For instance, PciIo->AllocateBuffer() will return an uncached buffer in this case, and the Map() and Unmap() methods will perform cache maintenance under the hood to keep the CPU’s and the device’s view of memory in sync.
PC has strongly ordered memory

UEFI is mostly a single-threaded execution environment, and if the PI MP_PROTOCOL* is in use, explicit synchronization mechanisms are provided.
Arm only guarantees the ordering of memory accesses in regions marked as Device or Strongly-ordered. And even there, they are only guaranteed within the same 1kB aligned 1kB region.
If a device driver requires two memory accesses to take place in a specific order, MemoryFence() must be used.
- update DMA descriptor, initiate transaction
- Write, delay, poll
Likewise, any delay timeout after a write to a memory mapped register probably needs a MemoryFence().
Testing on other platforms
Wanna play?

Ard has put together a worst-case system, nicknamed ‘Chucky’, for triggering the most common issues in drivers.

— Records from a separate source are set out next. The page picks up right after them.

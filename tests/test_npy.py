"""Reading ``.npy`` bodies: numpy's own ``np.load`` is the reference for every array keepset
accepts, and no byte string, however broken, gets anything but an array or an NpyError (which
the HTTP layer turns into a 400 or 415, never a 500)."""

from __future__ import annotations

import io

import numpy as np
import pytest
from hypothesis import given, settings
from hypothesis import strategies as st

from service.npy import NpyError, read_npy, to_npy


def saved(array: np.ndarray, version: tuple[int, int] | None = None) -> bytes:
    buffer = io.BytesIO()
    if version is None:
        np.save(buffer, array, allow_pickle=False)
    else:  # other header versions, as other writers may send them
        np.lib.format.write_array(buffer, array, version=version, allow_pickle=False)
    return buffer.getvalue()


def reference(data: bytes) -> np.ndarray:
    return np.asarray(np.load(io.BytesIO(data), allow_pickle=False), dtype=np.float32)


shapes = st.one_of(
    st.tuples(st.integers(1, 300)),
    st.tuples(st.integers(1, 6), st.integers(1, 200)),
)


@settings(max_examples=300, deadline=None, derandomize=True)
@given(
    shape=shapes,
    dtype=st.sampled_from(["<f4", ">f4", "<f2", ">f2"]),
    fortran=st.booleans(),
    version=st.sampled_from([None, (1, 0), (2, 0), (3, 0)]),
    seed=st.integers(0, 2**32 - 1),
)
def test_accepted_arrays_equal_numpys_own_reading(
    shape: tuple[int, ...], dtype: str, fortran: bool, version: tuple[int, int] | None, seed: int
) -> None:
    values = np.random.default_rng(seed).standard_normal(shape).astype(dtype)
    if fortran:
        values = np.asfortranarray(values)
    data = saved(values, version)
    got = read_npy(data)
    assert got.dtype == np.float32 and got.shape == shape
    np.testing.assert_array_equal(got, reference(data))


@settings(max_examples=500, deadline=None, derandomize=True)
@given(
    shape=shapes,
    cut=st.integers(0, 200),
    flips=st.lists(st.tuples(st.integers(0, 199), st.integers(0, 255)), max_size=4),
    tail=st.binary(max_size=8),
)
def test_damaged_bodies_give_an_array_or_an_npy_error(
    shape: tuple[int, ...], cut: int, flips: list[tuple[int, int]], tail: bytes
) -> None:
    data = bytearray(saved(np.zeros(shape, np.float32)))
    for at, value in flips:  # mostly lands in the header: magic, length, dict text
        data[at % len(data)] = value
    body = bytes(data[: max(0, len(data) - cut)]) + tail
    try:
        got = read_npy(body)
    except NpyError as exc:
        assert exc.kind in ("malformed", "dtype") and str(exc)
        return
    # Whatever was accepted must be what numpy itself reads from the same bytes.
    np.testing.assert_array_equal(got, reference(body))


@settings(max_examples=300, deadline=None, derandomize=True)
@given(st.binary(max_size=300))
def test_arbitrary_bytes_never_escape_as_another_error(data: bytes) -> None:
    with pytest.raises(NpyError):
        read_npy(b"\x93NUMPY" + data)
    with pytest.raises(NpyError):
        read_npy(data if not data.startswith(b"\x93NUMPY") else b"x" + data)


@pytest.mark.parametrize(
    ("descr", "kind"),
    [("<f8", "dtype"), ("<i4", "dtype"), ("|b1", "dtype"), ("<f3", "malformed"), ("<z9", None)],
)
def test_header_dtypes(descr: str, kind: str | None) -> None:
    header = "{'descr': '" + descr + "', 'fortran_order': False, 'shape': (2,), }"
    header += " " * (63 - len(header)) + "\n"
    body = b"\x93NUMPY\x01\x00" + len(header).to_bytes(2, "little") + header.encode() + bytes(16)
    with pytest.raises(NpyError) as refused:
        read_npy(body)
    if kind is not None:
        assert refused.value.kind == kind


def test_client_encoding_round_trips() -> None:
    values = np.random.default_rng(1).standard_normal((3, 7)).astype(np.float16)
    np.testing.assert_array_equal(read_npy(to_npy(values)), values.astype(np.float32))


def test_a_header_whose_size_overflows_int64_is_malformed() -> None:
    # 2**32 * 2**32 elements wrap to 0 in int64 arithmetic, which would "match" an empty body.
    header = b"{'descr': '<f4', 'fortran_order': False, 'shape': (4294967296, 4294967296), }"
    header += b" " * (-(10 + len(header) + 1) % 64) + b"\n"
    data = b"\x93NUMPY\x01\x00" + len(header).to_bytes(2, "little") + header
    with pytest.raises(NpyError) as caught:
        read_npy(data)
    assert caught.value.kind == "malformed"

The system has two separate PCIe host bridges, and several selectable behaviors configurable by DIP switches:

• MMIO translation for host bridge A, host bridge B uses 1:1 mappings for MMIO
• DRAM below 4GB can be remapped to a CPU address above 4 GB
  – No 32-bit DMA on host bridge A
  – Inbound translation for 32-bit DMA on host bridge B
• Setting of Bus Master Enable bit can be deferred to first PCI I/O Map() call
• No DRAM near zero to catch NULL pointer dereferences.
Cross-architecture toolchains

Visual Studio support for AArch64 available since VS2017 15.4

Majority of open-source Arm development uses GCC

LLVM supported, both in form of clang and Xcode
Final notes
Overall message

It is completely possible to write a driver or application that can be easily compiled for either X64 or AARCH64 architectures.

It is also very much possible to write a driver that works on X64 and not on AARCH64 (but it is usually due to bugs).

Writing drivers portably increases code correctness and reliability. Testing on multiple architectures is even better :)
Questions?
Thanks for attending the 2019 Spring UEFI Plugfest

For more information on UEFI Forum and UEFI Specifications, visit http://www.uefi.org

presented by

Leif Lindholm & Ard Biesheuvel

leif.lindholm@linaro.org
ard.biesheuvel@linaro.org
Using encrypted memory for DMA

This case is actually rather similar to the non cache coherent DMA case, in the sense that the allocate, map and unmap actions all involve some extra work performed by the platform under the hood. This implies that non-compliant drivers will not work on x86 systems with encrypted memory either. Common DMA buffers are allocated from unencrypted memory, and mapping or unmapping involve decryption or encryption in place depending on the direction of the transfer (or bounce buffering if encryption in place is not possible, in which case the device address will deviate from the host address like in the non-1:1 mapped PCI case above). Cutting corners here means that attempted DMA transfers will produce corrupt data, usually a strong motivator to get your code fixed.